DENVER (CBS4)– A referendum to put full-strength alcohol on grocery store shelves will no longer be on November’s ballot.

The initiative would have allowed liquor sales at all 1,600 of Colorado’s major grocery stores like King Soopers and Safeway.

A compromise reached between liquor and grocery store industry leaders in May will allow each major grocery store chain to sell liquor at only some of their stores.

Your Choice Colorado, the campaign backing the initiative to allow grocery stores across the state to sell liquor and full-strength beer and wine, announced Friday that it was pulling the measure from the ballot.

(credit: CBS)

(credit: CBS)

Ron Vaughn, co-owner of Argonaut Wine & Liquors, was among liquor store owners who were happy to hear the news.

“It would have been a race to the finish to see whether the ballot would have passed or not,” said Vaughn.

George Gatchis, whose family owns Capitol Hill Wines & Spirits, said the measure would have hurt business.

“It probably (would have been) tough for the little guy to negotiate a settlement or a buyout,” Gatchis said. “And a lot of little stores probably would have gone by the wayside and had to close their doors.

Per Senate Bill 16-197 signed into law by Governor Hickenlooper in June, grocery store chains across the state are allowed to phase in liquor sales over the next 20 years at 20 locations per company.

Grocers will have to pay a premium for their liquor licenses.

Grocery stores that have nearby liquor stores within a 1,500 foot radius will have to buy out the liquor stores’ liquor licenses in order to put the booze on grocery store shelves.

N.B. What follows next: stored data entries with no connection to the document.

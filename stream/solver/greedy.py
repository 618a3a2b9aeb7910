"""The greedy low-rank solver: one gradient pass per outer iteration.

Model ``W = U diag(s) V^T`` (U d x r, V k x r orthonormal, s > 0) plus the
intercept ``b``. Each outer iteration (DESIGN section 7):

1. orthogonalize the expansion block ``Psi`` against ``U`` and the power block
   ``Omega`` against ``V`` (rank-revealing: dependent columns are dropped and
   refilled with fresh random ones from the seeded generator);
2. run ONE :func:`ranktide.passes.gradient.gradient_pass` at the current model,
   keeping the projections ``X [U, Psi]``;
3. bound ``sigma_1(G)`` from below by Rayleigh-Ritz on ``G [V, Omega]`` and
   ``[U, Psi]^T G`` (both with orthonormal bases), and form the gap estimate
   ``<G, W> + lam ||W||_* + (F / lam) max(0, sigma_1 - lam)`` (DESIGN section 2);
4. stop (after certifying sigma_1 with up to a few extra power passes), or
   refine on ``X Q`` with ``Q = [U, Psi]`` (:func:`ranktide.solver.refine.refine`) and
   compress by the SVD of the refined coefficients;
5. next ``Psi`` = top left singular directions of ``(I - U U^T) G [V, Omega]``
   (rotations of the current atoms and new atoms), next ``Omega`` = top
   directions of ``(I - V V^T) G^T Psi`` (two-sided subspace iteration, warm
   started across passes).

``lam_max = sigma_1(G(0, b0))`` comes from the first passes at ``W = 0`` (at most
``lam_max_passes``, default 3, the intercept's pass included): the Rayleigh-Ritz
value over the union of every rank-0 pass's power products
(:class:`ranktide.solver.subspace.KrylovUnion`, a block Krylov space grown across
passes; the first pass, at ``b = 0``, still gives exact products of ``G(0, b0)`` on
the directions orthogonal to ``link(b0) - link(0)``, since the two gradients
differ by a rank-one term ``m (link(b0) - link(0))^T``). When it has not settled
by then, fitting starts at ``lam_scale`` times the lower bound, the record and
the result say so, and the bound keeps growing (lam with it) while the model is
still ``W = 0``. The memory plan is redone before every pass, for the budget
left above the process floor (measured once, kept in the state so a resumed
run plans, and reads, the same blocks). When
the dense ``d x k`` gradient's three arrays (compensated sum, compensation,
block buffer; :mod:`kernels.compensated`) fit a third of the memory budget, the
pass also accumulates ``G`` and every sigma_1 and new direction comes from an in-memory
SVD instead (same optimum, fewer passes).
"""

from __future__ import annotations

import contextlib
import math
import os
import shutil
import time
from collections.abc import Callable
from dataclasses import fields
from typing import Any

import numpy as np
from ranktide.errors import CheckpointError, ConfigError
from ranktide.losses import get_loss, intercept_from_sums
from ranktide.passes.budget import (
    cgroup_limit,
    format_bytes,
    peak_resident,
    release_freed_memory,
)
from ranktide.passes.columns import used_columns
from ranktide.passes.engine import PassProfile
from ranktide.passes.gradient import PassRequest, gradient_pass
from ranktide.signals import StopRequested
from ranktide.solver.certificate import dual_gap, gap_estimate
from ranktide.solver.config import SolverConfig
from ranktide.solver.deferred_check import (
    check_last_refinement,
    clear_unchecked,
)
from ranktide.solver.memory_plan import MemoryPlanning
from ranktide.solver.outer_refine import OuterRefinement
from ranktide.solver.refine import _blas_one_thread
from ranktide.solver.state import (
    SolverResult,
    SolverState,
    generator_from,
)
from ranktide.solver.subspace import (
    dense_top_pairs,
    fill,
    momentum_directions,
    next_blocks,
    sigma1_lower_bound,
    top_left,
)
from ranktide.solver.widths import min_block_rows
from ranktide.store.column_view import ColumnView, expand_rows
from ranktide.store.memory_source import as_source

__all__ = ["GreedySolver"]
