def _gzip_bytes(payload: bytes) -> bytes:
    # mtime=0 and an empty file name keep the gzip header free of timestamps and paths.
    buffer = io.BytesIO()
    with gzip.GzipFile(filename="", mode="wb", fileobj=buffer, compresslevel=9, mtime=0) as out:
        out.write(payload)
    return buffer.getvalue()


def _json_bytes(document: dict) -> bytes:
    return (json.dumps(document, indent=2, ensure_ascii=True) + "\n").encode("ascii")


def write_feed(network: Network, folder: str | Path) -> dict:
    """Write ``detectors.geojson``, ``counts.csv.gz`` and ``truth.json`` into ``folder``.

    The files are byte-identical for identical networks (gzip mtime 0, no file name, fixed
    JSON formatting).

    Returns
    -------
    dict
        ``{"files": {name: {"path", "bytes", "sha256"}}, "rows": int, "detectors": int}``.
    """
    folder = Path(folder)
    folder.mkdir(parents=True, exist_ok=True)
    payloads = {
        "detectors.geojson": _json_bytes(detectors_geojson(network)),
        "counts.csv.gz": _gzip_bytes(counts_csv_bytes(network)),
        "truth.json": _json_bytes(truth_document(network)),
    }
    files = {}
    for name, payload in payloads.items():
        path = folder / name
        path.write_bytes(payload)
        files[name] = {
            "path": str(path),
            "bytes": len(payload),
            "sha256": hashlib.sha256(payload).hexdigest(),
        }
    return {"files": files, "rows": int(network.count.size), "detectors": len(network.detectors)}


def read_counts_csv(path: str | Path) -> Iterator[tuple[str, str, int]]:
    """Yield ``(detector_id, start, count)`` rows of a counts CSV, gzip-compressed or plain.

    Tolerates a byte-order mark, CRLF line ends, blank lines, spaces around fields, columns in
    any order (found by the header) and integral counts written as ``12.0``.

    Raises
    ------
    ValueError
        On a missing column or a count that is not a non-negative integer (with line number).
    """
    raw = Path(path).read_bytes()
    if raw[:2] == b"\x1f\x8b":
        raw = gzip.decompress(raw)
    reader = csv.reader(io.StringIO(raw.decode("utf-8-sig"), newline=""))
    header: list[str] | None = None
    for line_no, row in enumerate(reader, start=1):
        cells = [c.strip() for c in row]
        if not any(cells):
            continue
        if header is None:
            header = [c.lower() for c in cells]
            missing = [c for c in COUNTS_HEADER if c not in header]
            if missing:
                raise ValueError(f"line {line_no}: missing columns {missing}")
            where = [header.index(c) for c in COUNTS_HEADER]
            continue
        try:
            value = float(cells[where[2]])
        except (ValueError, IndexError) as exc:
            raise ValueError(f"line {line_no}: bad row {row!r}") from exc
        if not value.is_integer() or value < 0:
            raise ValueError(f"line {line_no}: count {cells[where[2]]!r} is not a whole number")
        yield cells[where[0]], cells[where[1]], int(value)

The compromise bill also changes state law in that liquor stores can now sell food.

Vaughn said that the trade off would not be easy but was better than the measure that could have been voted into law.

“Increased competition (is) not going to help,” said Vaughn. “But it was the best compromise that we could see, way better than 1,600 grocery stores selling beer and wine.”

In a statement, Your Choice Colorado said in part, “While the bill isn’t perfect and we continue to believe that Coloradans deserve better, it does change the old status quo and will allow people more access to the Colorado craft beer and wine that they love.”

In addition to the grocery stores that will start selling liquor in 2017, grocers will also be phasing out 3.2 beer to replace it with full-strength beer by 2019. All grocery stores will be able to get liquor licenses by 2037.